What is needed: Each record that follows should be reproduced in full, character for character.

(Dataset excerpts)
[Start of Attachment]
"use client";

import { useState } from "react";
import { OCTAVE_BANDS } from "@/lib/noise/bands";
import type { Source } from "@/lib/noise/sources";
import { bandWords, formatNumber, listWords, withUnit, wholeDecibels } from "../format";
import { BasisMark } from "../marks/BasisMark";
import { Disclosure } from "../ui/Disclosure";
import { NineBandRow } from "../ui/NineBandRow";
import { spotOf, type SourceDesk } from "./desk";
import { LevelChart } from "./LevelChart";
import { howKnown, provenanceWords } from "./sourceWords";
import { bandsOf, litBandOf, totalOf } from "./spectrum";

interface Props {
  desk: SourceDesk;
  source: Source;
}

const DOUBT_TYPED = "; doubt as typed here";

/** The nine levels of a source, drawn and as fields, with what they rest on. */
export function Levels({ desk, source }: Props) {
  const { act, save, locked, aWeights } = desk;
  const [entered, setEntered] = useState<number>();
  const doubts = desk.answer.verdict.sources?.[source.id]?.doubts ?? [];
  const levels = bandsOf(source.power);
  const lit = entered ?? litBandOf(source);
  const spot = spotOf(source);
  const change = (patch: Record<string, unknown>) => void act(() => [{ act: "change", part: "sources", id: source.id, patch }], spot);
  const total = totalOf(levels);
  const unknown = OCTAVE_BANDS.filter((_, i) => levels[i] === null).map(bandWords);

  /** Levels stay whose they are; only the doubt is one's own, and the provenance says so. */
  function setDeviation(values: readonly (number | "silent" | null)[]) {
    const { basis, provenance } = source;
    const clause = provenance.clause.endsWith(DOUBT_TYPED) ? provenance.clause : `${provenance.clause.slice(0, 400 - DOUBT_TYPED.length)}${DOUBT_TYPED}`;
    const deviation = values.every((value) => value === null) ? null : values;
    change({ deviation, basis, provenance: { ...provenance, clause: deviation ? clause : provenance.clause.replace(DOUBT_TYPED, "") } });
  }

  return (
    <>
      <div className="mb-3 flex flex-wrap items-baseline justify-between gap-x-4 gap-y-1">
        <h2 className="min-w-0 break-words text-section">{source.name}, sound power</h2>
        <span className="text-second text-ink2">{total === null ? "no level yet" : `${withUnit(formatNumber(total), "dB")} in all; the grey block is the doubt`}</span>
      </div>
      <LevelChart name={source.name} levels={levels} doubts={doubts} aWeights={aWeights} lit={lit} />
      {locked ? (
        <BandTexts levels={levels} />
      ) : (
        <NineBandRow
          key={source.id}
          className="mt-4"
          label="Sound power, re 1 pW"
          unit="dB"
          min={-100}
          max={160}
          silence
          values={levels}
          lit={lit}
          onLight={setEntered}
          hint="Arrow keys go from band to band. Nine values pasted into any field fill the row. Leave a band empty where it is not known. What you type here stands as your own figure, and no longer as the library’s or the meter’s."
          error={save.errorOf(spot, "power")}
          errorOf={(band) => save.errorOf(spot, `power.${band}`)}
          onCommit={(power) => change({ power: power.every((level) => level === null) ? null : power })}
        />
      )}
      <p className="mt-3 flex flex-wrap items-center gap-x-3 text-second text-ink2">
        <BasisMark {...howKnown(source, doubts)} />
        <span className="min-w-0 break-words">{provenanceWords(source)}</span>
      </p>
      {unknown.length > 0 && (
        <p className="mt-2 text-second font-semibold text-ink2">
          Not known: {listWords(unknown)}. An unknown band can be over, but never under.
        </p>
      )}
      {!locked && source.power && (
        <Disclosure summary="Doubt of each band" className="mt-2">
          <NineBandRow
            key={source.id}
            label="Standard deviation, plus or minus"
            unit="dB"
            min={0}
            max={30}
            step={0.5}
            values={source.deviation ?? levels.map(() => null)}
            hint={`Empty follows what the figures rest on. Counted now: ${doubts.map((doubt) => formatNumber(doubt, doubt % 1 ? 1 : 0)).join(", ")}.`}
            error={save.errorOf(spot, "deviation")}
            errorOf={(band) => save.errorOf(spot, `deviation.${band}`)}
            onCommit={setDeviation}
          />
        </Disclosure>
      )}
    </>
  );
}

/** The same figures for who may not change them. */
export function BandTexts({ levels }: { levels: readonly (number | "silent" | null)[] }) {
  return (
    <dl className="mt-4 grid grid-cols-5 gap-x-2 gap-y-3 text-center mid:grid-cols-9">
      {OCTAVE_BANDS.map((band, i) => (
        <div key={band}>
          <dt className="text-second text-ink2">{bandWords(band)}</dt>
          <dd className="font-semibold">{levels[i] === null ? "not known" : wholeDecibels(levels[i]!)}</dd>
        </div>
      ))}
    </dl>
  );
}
[End of Attachment]
Written solution:
"use client";

import { useState } from "react";
import { OCTAVE_BANDS } from "@/lib/noise/bands";
import type { Source } from "@/lib/noise/sources";
import { bandWords, formatNumber, listWords, withUnit, wholeDecibels } from "../format";
import { BasisMark } from "../marks/BasisMark";
import { Disclosure } from "../ui/Disclosure";
import { NineBandRow } from "../ui/NineBandRow";
import { spotOf, type SourceDesk } from "./desk";
import { LevelChart } from "./LevelChart";
import { howKnown, provenanceWords } from "./sourceWords";
import { bandsOf, litBandOf, totalOf } from "./spectrum";

interface Props {
  desk: SourceDesk;
  source: Source;
}

const DOUBT_TYPED = "; doubt as typed here";

/** The nine levels of a source, drawn and as fields, with what they rest on. */
export function Levels({ desk, source }: Props) {
  const { act, save, locked, aWeights } = desk;
  const [entered, setEntered] = useState<number>();
  const doubts = desk.answer.verdict.sources?.[source.id]?.doubts ?? [];
  const levels = bandsOf(source.power);
  const lit = entered ?? litBandOf(source);
  const spot = spotOf(source);
  const change = (patch: Record<string, unknown>) => void act(() => [{ act: "change", part: "sources", id: source.id, patch }], spot);
  const total = totalOf(levels);
  const unknown = OCTAVE_BANDS.filter((_, i) => levels[i] === null).map(bandWords);

  /** Levels stay whose they are; only the doubt is one's own, and the provenance says so. */
  function setDeviation(values: readonly (number | "silent" | null)[]) {
    const { basis, provenance } = source;
    const clause = provenance.clause.endsWith(DOUBT_TYPED) ? provenance.clause : `${provenance.clause.slice(0, 400 - DOUBT_TYPED.length)}${DOUBT_TYPED}`;
    const deviation = values.every((value) => value === null) ? null : values;
    change({ deviation, basis, provenance: { ...provenance, clause: deviation ? clause : provenance.clause.replace(DOUBT_TYPED, "") } });
  }

  return (
    <>
      <div className="mb-3 flex flex-wrap items-baseline justify-between gap-x-4 gap-y-1">
        <h2 className="min-w-0 break-words text-section">{source.name}, sound power</h2>
        <span className="text-second text-ink2">{total === null ? "no level yet" : `${withUnit(formatNumber(total), "dB")} in all; the grey block is the doubt`}</span>
      </div>
      <LevelChart name={source.name} levels={levels} doubts={doubts} aWeights={aWeights} lit={lit} />
      {locked ? (
        <BandTexts levels={levels} />
      ) : (
        <NineBandRow
          key={source.id}
          className="mt-4"
          label="Sound power, re 1 pW"
          unit="dB"
          min={-100}
          max={160}
          silence
          values={levels}
          lit={lit}
          onLight={setEntered}
          hint="Arrow keys go from band to band. Nine values pasted into any field fill the row. Leave a band empty where it is not known. What you type here stands as your own figure, and no longer as the library’s or the meter’s."
          error={save.errorOf(spot, "power")}
          errorOf={(band) => save.errorOf(spot, `power.${band}`)}
          onCommit={(power) => change({ power: power.every((level) => level === null) ? null : power })}
        />
      )}
      <p className="mt-3 flex flex-wrap items-center gap-x-3 text-second text-ink2">
        <BasisMark {...howKnown(source, doubts)} />
        <span className="min-w-0 break-words">{provenanceWords(source)}</span>
      </p>
      {unknown.length > 0 && (
        <p className="mt-2 text-second font-semibold text-ink2">
          Not known: {listWords(unknown)}. An unknown band can be over, but never under.
        </p>
      )}
      {!locked && source.power && (
        <Disclosure summary="Doubt of each band" className="mt-2">
          <NineBandRow
            key={source.id}
            label="Standard deviation, plus or minus"
            unit="dB"
            min={0}
            max={30}
            step={0.5}
            values={source.deviation ?? levels.map(() => null)}
            hint={`Empty follows what the figures rest on. Counted now: ${doubts.map((doubt) => formatNumber(doubt, doubt % 1 ? 1 : 0)).join(", ")}.`}
            error={save.errorOf(spot, "deviation")}
            errorOf={(band) => save.errorOf(spot, `deviation.${band}`)}
            onCommit={setDeviation}
          />
        </Disclosure>
      )}
    </>
  );
}

/** The same figures for who may not change them. */
export function BandTexts({ levels }: { levels: readonly (number | "silent" | null)[] }) {
  return (
    <dl className="mt-4 grid grid-cols-5 gap-x-2 gap-y-3 text-center mid:grid-cols-9">
      {OCTAVE_BANDS.map((band, i) => (
        <div key={band}>
          <dt className="text-second text-ink2">{bandWords(band)}</dt>
          <dd className="font-semibold">{levels[i] === null ? "not known" : wholeDecibels(levels[i]!)}</dd>
        </div>
      ))}
    </dl>
  );
}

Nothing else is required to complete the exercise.